Опасности диких стран
Шрифт:
— Упрекнет? — вскричал Роланд, горячо пожимая руку Натана. — Ей-Богу же, это был поступок, за который я буду век вам благодарен, — поступок, которым вы приобретете всеобщее уважение, как только я поведаю о нем!
— Нет, друг, рассказывать об этом ничего не надо, — прервал его Натан. — Довольно, если ты сам убежден в правильности моего поступка. Поэтому молчи обо всем, что ты видел и увидишь, и не забывай, что я человек мирный!
— Но, Натан, — спросил наконец Роланд, — что теперь с моей бедной сестрой? Вы ничего не слышали о ней? И не видели ее? Амой друзья-переселенцы? Где они? Не последовали ли они за дикими и не освободили ли Эдиту?
— Не спрашивай сразу обо всем, — ответил Натан, причем его радостное до этого мгновения лицо омрачилось, на нем появились грусть и смущение. — Лежи пока спокойно.
— О, вижу по всему, что моя сестра еще в плену» ~ грустно промолвил Роланд. — А я должен лежать здесь, свернувшись, как червь, и ничего не могу сделать, чтобы помочь ей! А мои друзья, переселенцы, они-то хоть, по крайней мере, не настигнуты дикими?

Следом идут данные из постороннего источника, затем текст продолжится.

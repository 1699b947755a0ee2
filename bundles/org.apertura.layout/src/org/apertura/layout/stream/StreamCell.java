/*
 * Copyright (c) 2026 Apertura contributors.
 * SPDX-License-Identifier: EPL-2.0
 */
package org.apertura.layout.stream;

import java.util.Arrays;

import org.apertura.layout.LayerKey;

/**
 * One structure of a {@link StreamLayout} in packed form: its boundaries, boxes and paths in one
 * {@code int} array and its references in another, in file order; coordinates in database units
 * exactly as stored in the file (a closed ring keeps its repeated last point). Texts are counted,
 * not kept (flattening leaves them out).
 * <p>
 * Shape records, one after the other in {@link #shapeData()} from {@link #shapeStart()} to
 * {@link #shapeEnd()}, each {@link #recordSize} values long:
 * <pre>
 *   kind &lt;&lt; 28 | pointCount      kind: {@link #BOUNDARY}, {@link #BOX}, {@link #PATH} or {@link #RECTANGLE}
 *   layer &lt;&lt; 16 | (datatype &amp; 0xFFFF)   (box type for boxes; both read as signed 16-bit)
 *   only for paths: pathType, width, beginExtension, endExtension
 *   x0, y0, x1, y1, ...             2 * pointCount values; for a rectangle only x0, y0, x2, y2
 * </pre>
 * Most boundaries in real layouts are rectangles: keeping two of their five points halves the
 * memory they take. {@link #points} gives any shape's points as the file stores them.
 * Reference records, {@link #REF_STRIDE} values each in {@link #referenceData()}: child cell index in
 * {@link StreamLayout#cells()}, origin x, origin y, flags ({@link #REFLECTED}, {@link #ABSOLUTE_MAG},
 * {@link #ABSOLUTE_ANGLE}, {@link #ARRAY}), columns, rows, column pitch x and y, row pitch x and y
 * (1, 1 and zero pitches for a single reference); magnification and angle in degrees are pairs in
 * {@link #referenceTransforms()}. The arrays are shared, not copied: callers must not change them.
 */
public final class StreamCell {

    /** Shape kind of a BOUNDARY element. */
    public static final int BOUNDARY = 1;
    /** Shape kind of a BOX element. */
    public static final int BOX = 2;
    /** Shape kind of a PATH element. */
    public static final int PATH = 3;
    /**
     * Shape kind of a BOUNDARY element whose five points close an axis-parallel rectangle, stored
     * as its first and third point only; {@link #VERTICAL_FIRST} tells which way the ring turns.
     */
    public static final int RECTANGLE = 4;
    /** In a {@link #RECTANGLE} record's first value: the ring's first edge is vertical, not horizontal. */
    public static final int VERTICAL_FIRST = 1 << 27;

    /** Values per reference in {@link #referenceData()}. */
    public static final int REF_STRIDE = 10;
    /** Reference flag: reflected about the x axis before rotation. */
    public static final int REFLECTED = 1;
    /** Reference flag: the magnification replaces the accumulated one. */
    public static final int ABSOLUTE_MAG = 2;
    /** Reference flag: the angle replaces the accumulated one. */
    public static final int ABSOLUTE_ANGLE = 4;
    /** Reference flag: an array reference (AREF). */
    public static final int ARRAY = 8;

    private final String name;
    private final long offset;
    private final int[] shapeData;
    private final int shapeStart;
    private final int shapeEnd;
    private final int shapeCount;
    private final int[] referenceData;
    private final double[] referenceTransforms;
    private final int textCount;

    StreamCell(String name, long offset, int[] shapeData, int shapeStart, int shapeEnd, int shapeCount,
            int[] referenceData, double[] referenceTransforms, int textCount) {
        this.name = name;
        this.offset = offset;
        this.shapeData = shapeData;
        this.shapeStart = shapeStart;
        this.shapeEnd = shapeEnd;
        this.shapeCount = shapeCount;
        this.referenceData = referenceData;
        this.referenceTransforms = referenceTransforms;
        this.textCount = textCount;
    }

    /** The structure name. */
    public String name() {
        return name;
    }

    /** Byte offset of the structure's BGNSTR record in the file. */
    public long offset() {
        return offset;
    }

    /**
     * The array holding this cell's packed boundaries, boxes and paths (layout in the class comment)
     * from {@link #shapeStart()} to {@link #shapeEnd()}; consecutive cells share one array.
     */
    public int[] shapeData() {
        return shapeData;
    }

    /** Index of this cell's first shape record in {@link #shapeData()}. */
    public int shapeStart() {
        return shapeStart;
    }

    /** Index after this cell's last shape record in {@link #shapeData()}. */
    public int shapeEnd() {
        return shapeEnd;
    }

    /** Number of boundaries, boxes and paths. */
    public int shapeCount() {
        return shapeCount;
    }

    /** Number of references (SREF and AREF). */
    public int referenceCount() {
        return referenceData.length / REF_STRIDE;
    }

    /** Packed references, {@link #REF_STRIDE} values each. */
    public int[] referenceData() {
        return referenceData;
    }

    /** Magnification and angle (degrees) of each reference, two values each. */
    public double[] referenceTransforms() {
        return referenceTransforms;
    }

    /** Number of TEXT elements (not kept). */
    public int textCount() {
        return textCount;
    }

    /** Kind in a shape record's first value. */
    public static int kind(int header) {
        return header >>> 28;
    }

    /** Point count in a shape record's first value (five for a rectangle, as the file stores it). */
    public static int pointCount(int header) {
        return header & 0x07FF_FFFF;
    }

    /** Number of values of the shape record whose first value is given. */
    public static int recordSize(int header) {
        int kind = kind(header);
        return kind == RECTANGLE ? 6 : headerSize(kind) + 2 * pointCount(header);
    }

    /**
     * The points of the shape record at {@code at} ({@code 2 * pointCount} values, closing point
     * included), as the file stores them: a rectangle's five are rebuilt from its two corners.
     */
    public static int[] points(int[] data, int at) {
        int header = data[at];
        int kind = kind(header);
        int from = at + headerSize(kind);
        if (kind != RECTANGLE) {
            return Arrays.copyOfRange(data, from, from + 2 * pointCount(header));
        }
        int x0 = data[from];
        int y0 = data[from + 1];
        int x2 = data[from + 2];
        int y2 = data[from + 3];
        return (header & VERTICAL_FIRST) != 0 ? new int[] {x0, y0, x0, y2, x2, y2, x2, y0, x0, y0}
                : new int[] {x0, y0, x2, y0, x2, y2, x0, y2, x0, y0};
    }

    /**
     * For five points packed as (x &lt;&lt; 32 | y &amp; 0xFFFFFFFF): 0 if they close an axis-parallel
     * ring whose first edge is horizontal, {@link #VERTICAL_FIRST} if vertical, -1 otherwise. (Both
     * hold only when all five points coincide; either rebuilds them.)
     */
    static int rectangleTurn(long p0, long p1, long p2, long p3, long p4) {
        if (p4 != p0) {
            return -1;
        }
        long x = 0xFFFF_FFFF_0000_0000L;
        long y = 0x0000_0000_FFFF_FFFFL;
        if (((p1 ^ p0) & y) == 0 && ((p2 ^ p1) & x) == 0 && ((p3 ^ p2) & y) == 0 && ((p3 ^ p0) & x) == 0) {
            return 0;
        }
        if (((p1 ^ p0) & x) == 0 && ((p2 ^ p1) & y) == 0 && ((p3 ^ p2) & x) == 0 && ((p3 ^ p0) & y) == 0) {
            return VERTICAL_FIRST;
        }
        return -1;
    }

    /**
     * Rewrites the BOUNDARY record of five points at {@code at} as a {@link #RECTANGLE} record when
     * the points close an axis-parallel rectangle; returns the index after the record.
     */
    static int packRectangle(int[] data, int at) {
        int xy = at + 2;
        int turn = rectangleTurn(pack(data, xy), pack(data, xy + 2), pack(data, xy + 4), pack(data, xy + 6),
                pack(data, xy + 8));
        if (turn < 0) {
            return xy + 10;
        }
        data[at] = RECTANGLE << 28 | turn | 5;
        data[xy + 2] = data[xy + 4];
        data[xy + 3] = data[xy + 5];
        return xy + 4;
    }

    private static long pack(int[] data, int i) {
        return (long) data[i] << 32 | data[i + 1] & 0xFFFF_FFFFL;
    }

    /** Layer and datatype of a shape record's second value. */
    public static LayerKey layerKey(int packed) {
        return new LayerKey(packed >> 16, (short) packed);
    }

    /** Values before the coordinates in a shape record of the given kind. */
    public static int headerSize(int kind) {
        return kind == PATH ? 6 : 2;
    }

    @Override
    public String toString() {
        return "StreamCell " + name + " (" + shapeCount + " shapes, " + referenceCount() + " references, " + textCount
                + " texts)";
    }
}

— Ты приводишь меня в смущение своими вопросами, — сказал Натан. — Если ты хочешь освободить свою сестру из плена, то должен прежде всего иметь терпение и снова крепко стать на ноги. Таким образом, прежде всего подумаем об этом. А когда настанет время освобождать твою сестру, я согласен быть первым твоим советчиком.
С этими словами Натан начал старательно растирать окоченевшие конечности Роланда и перевязывать ему раны. Роланд терпеливо сносил все и продолжал просить все же Натана рассказать обо всем, что ему известно. Наконец квакер сдался и начал свой рассказ.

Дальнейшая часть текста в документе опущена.